#### TASK TO CARRY OUT
Please find every line in the records below that contains the word "info", and copy it.

#### Records from a data source
════

def _run_jobs(
    jobs: list[_Job], parents: list[int | None], n_workers: int, on_done: Callable[[dict], None]
) -> None:
    with ProcessPoolExecutor(
        max_workers=n_workers, mp_context=_pool_context(), initializer=_worker_init
    ) as pool:
        with Progress(
            TextColumn("[bold]designing bars"),
            BarColumn(),
            MofNCompleteColumn(),
            TextColumn("{task.fields[info]}"),
            TimeElapsedColumn(),
            console=Console(stderr=True),
            transient=True,
        ) as bar:
            task = bar.add_task("bars", total=len(jobs), info="")

            def finished(_: int, outcome: dict) -> None:
                on_done(outcome)
                bar.update(task, advance=1, info=f"last: {outcome['note']}")

            run_in_parent_order(pool, _work, jobs, parents, finished)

════

#### WRITTEN RESPONSE
            TextColumn("{task.fields[info]}"),
            task = bar.add_task("bars", total=len(jobs), info="")
                bar.update(task, advance=1, info=f"last: {outcome['note']}")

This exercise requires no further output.